I was certainly surprised to come across this book in the New section, since both authors are dead. It was a (partially posthumous?) collaboration. A little zany, but fun. Not as self-indulgent as Zelazny at his worst.

Bishop, Terry

The Pickup Artist (sf)

Block, Francesca Lia

Dangerous Angels: The Weetzie Bat Books (fic)

Borsook, Paulina

Cyberselfish (non)

Boyett, Steven R.

Treks Not Taken (hum)

Boynton, Sandra

But Not the Hippopotamus (hum)

Fourteen cardboard pages. Big type. A good thing to read when you need a bit of cheering up. I keep it in my office.

Bradley, Marion Zimmer

The Heritage of Hastur, Sharra's Exile, Exile's Song, The Shadow Matrix (sf)
the Darkover series (sf)
The Planet Savers
Sword Of Aldones
The Bloody Sun
Star Of Danger
Winds of Darkover
The World Wreckers
Darkover Landfall
The Spell Sword
The Heritage Of Hastur
The Shattered Chain
The Forbidden Tower
Stormqueen
Two To Conquer
Sharra's Exile
Hawkmistress
Thendara House
City Of Sorcery
The Heirs Of Hammerfell
Rediscovery
Exile's Song
The Shadow Matrix

I read the entire Darkover series years ago, but haven't looked at it much since. I did reread the Heritage of Hastur and Sharra's Exile in order to remember the background for Exile's Song and The Shadow Matrix, which deal with Lew Alton's daughter.

Darkover is a world ruled by the comyn, a red-haired feudal overlord caste with laran - psychic powers which can be amplified by matrix crystals. Many of the books deal with the conflict caused by its rediscovery by the Terran Empire, since it turns out to be a lost colony that's unenthusiastic about being reabsorbed.

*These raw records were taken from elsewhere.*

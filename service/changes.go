package service

import (
	"context"
	"errors"
	"strings"

	"google.golang.org/protobuf/reflect/protoreflect"

	pb "limitary/api/limitary/v1"
	"limitary/internal/definition"
)

// AmendResult replaces the content of a result, or asks for it where another principal must confirm.
func (s *EvaluationService) AmendResult(ctx context.Context, in *pb.AmendResultRequest) (*pb.AmendResultResponse, error) {
	who, req, err := writer(ctx, in.RequestId, in)
	if err != nil {
		return nil, err
	}
	if in.Result == nil {
		return nil, definition.Invalid("result", "is not set")
	}
	r, err := resultFromProto(in.Result)
	if err == nil {
		err = checkSource(who, r.Source)
	}
	if err != nil {
		return nil, under("result", err)
	}
	if err = first(checkID("expected_revision", int64(in.ExpectedRevision)), checkWhy(in.ReasonCode, in.Reason, 1)); err != nil {
		return nil, err
	}
	stored, change, err := s.store.AmendResult(ctx, who, req, r, int(in.ExpectedRevision), in.ReasonCode, in.Reason)
	if err != nil {
		return nil, underResult(err)
	}
	out := &pb.AmendResultResponse{Request: changeToProto(change)}
	if stored != nil {
		out.Result = storedToProto(*stored)
	}
	return out, nil
}

// underResult moves a refusal of something in the new content below the field that holds it.
func underResult(err error) error {
	var e *definition.Error
	if !errors.As(err, &e) {
		return err
	}
	field, _, _ := strings.Cut(e.Field, "[")
	if (&pb.Result{}).ProtoReflect().Descriptor().Fields().ByName(protoreflect.Name(field)) == nil {
		return err
	}
	return e.At("result")
}

// VoidResult asks for a result to be taken out of judgement.
func (s *EvaluationService) VoidResult(ctx context.Context, in *pb.VoidResultRequest) (*pb.VoidResultResponse, error) {
	who, req, err := writer(ctx, in.RequestId, in)
	err = first(err, checkResultKey(in.Chart, in.Source, in.SourceId), checkID("expected_revision", int64(in.ExpectedRevision)),
		checkWhy(in.ReasonCode, in.Reason, 1))
	if err == nil {
		err = checkSource(who, in.Source)
	}
	if err != nil {
		return nil, err
	}
	change, err := s.store.VoidResult(ctx, who, req, in.Chart, in.Source, in.SourceId, int(in.ExpectedRevision), in.ReasonCode, in.Reason)
	if err != nil {
		return nil, err
	}
	return &pb.VoidResultResponse{Request: changeToProto(change)}, nil
}

// ConfirmRequest decides on a change that another principal asked for.
func (s *EvaluationService) ConfirmRequest(ctx context.Context, in *pb.ConfirmRequestRequest) (*pb.ConfirmRequestResponse, error) {
	who, req, err := writer(ctx, in.RequestId, in)
	if err = first(err, checkID("change", in.Change)); err != nil {
		return nil, err
	}
	least := 0
	switch in.Decision {
	case pb.Decision_DECISION_CONFIRM:
	case pb.Decision_DECISION_REJECT:
		least = 1
	default:
		return nil, definition.Invalid("decision", "%d: want CONFIRM or REJECT", in.Decision)
	}
	if err := definition.CheckText("reason", in.Reason, least, ReasonBytesMax); err != nil {
		return nil, err
	}
	change, tracks, err := s.store.DecideChange(ctx, who, req, in.Change, in.Decision == pb.Decision_DECISION_CONFIRM, in.Reason, in.SignalsEnded)
	if err != nil {
		return nil, err
	}
	return &pb.ConfirmRequestResponse{Request: changeToProto(&change), Tracks: updatesToProto(tracks)}, nil
}

// ListRequests gives the changes asked for, newest first.
func (s *EvaluationService) ListRequests(ctx context.Context, in *pb.ListRequestsRequest) (*pb.ListRequestsResponse, error) {
	who, err := actor(ctx)
	if err != nil {
		return nil, err
	}
	if in.Chart != "" {
		if err := definition.CheckSlug("chart", in.Chart); err != nil {
			return nil, err
		}
	}
	if _, known := pb.ChangeStatus_name[int32(in.Status)]; !known {
		return nil, definition.Invalid("status", "%d: no such value", in.Status)
	}
	status := ""
	if in.Status != pb.ChangeStatus_CHANGE_STATUS_UNSPECIFIED {
		status = strings.TrimPrefix(in.Status.String(), "CHANGE_STATUS_")
	}
	p, err := readPage(in.PageSize, in.PageToken)
	if err != nil {
		return nil, err
	}
	found, next, err := s.store.ListChanges(ctx, who, in.Chart, status, p)
	if err != nil {
		return nil, err
	}
	out := &pb.ListRequestsResponse{Requests: make([]*pb.ChangeRequest, len(found)), NextPageToken: next}
	for i := range found {
		out.Requests[i] = changeToProto(&found[i])
	}
	return out, nil
}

MZB can be a little heavyhanded sometimes, but mostly keeps it under control in this series (unlike, say, The Firebrand). Some of her other books like Hunters of the Red Moon aren't really worth recommending. I bet if I reread The Mists of Avalon I'd put it on the good list, but it was so long ago that I can't really remember my reaction to it.

Bray, Patricia

Devlin's Luck (fan)

Breashears, David

High Exposure (bio)

Biographical novel from the climber who made the IMAX movie Everest.

Briggs, Patricia

Dragon Bones (fan)

In Dragon Bones the protagonist has pretended to be an idiot for years to avoid being killed as a threat to his father the king, and is ambivalent about shedding the mask. Swordfighting, magic and dragons are key plot elements, and dwarves do pop up in a subplot, but it's a well done and not derivative coming of age story.

Brin, David

Brightness Reef (sf)
Glory Season (sf)
Heaven's Reach (sf)
Infinity's Shore (sf)
Sundiver, Startide Rising, The Uplift War (sf)
The River of Time (sf)
The Transparent Society (non)

The Uplift series is set near-future where the Earth comes into contact with galactic civilization only to find that it's a weird anamoly - all known intelligent species were created by others, in an unbroken chain lasting millenia back to the mysterious Progenitors. Startide Rising is very high on my list. The Uplift War is almost as good, Sundiver (the first one) is not quite so good. The next trilogy (Infinity's Shore, Brightness Reef, last one TBA) doesn't quite live up to Startide Rising, but I really want to find out what happens!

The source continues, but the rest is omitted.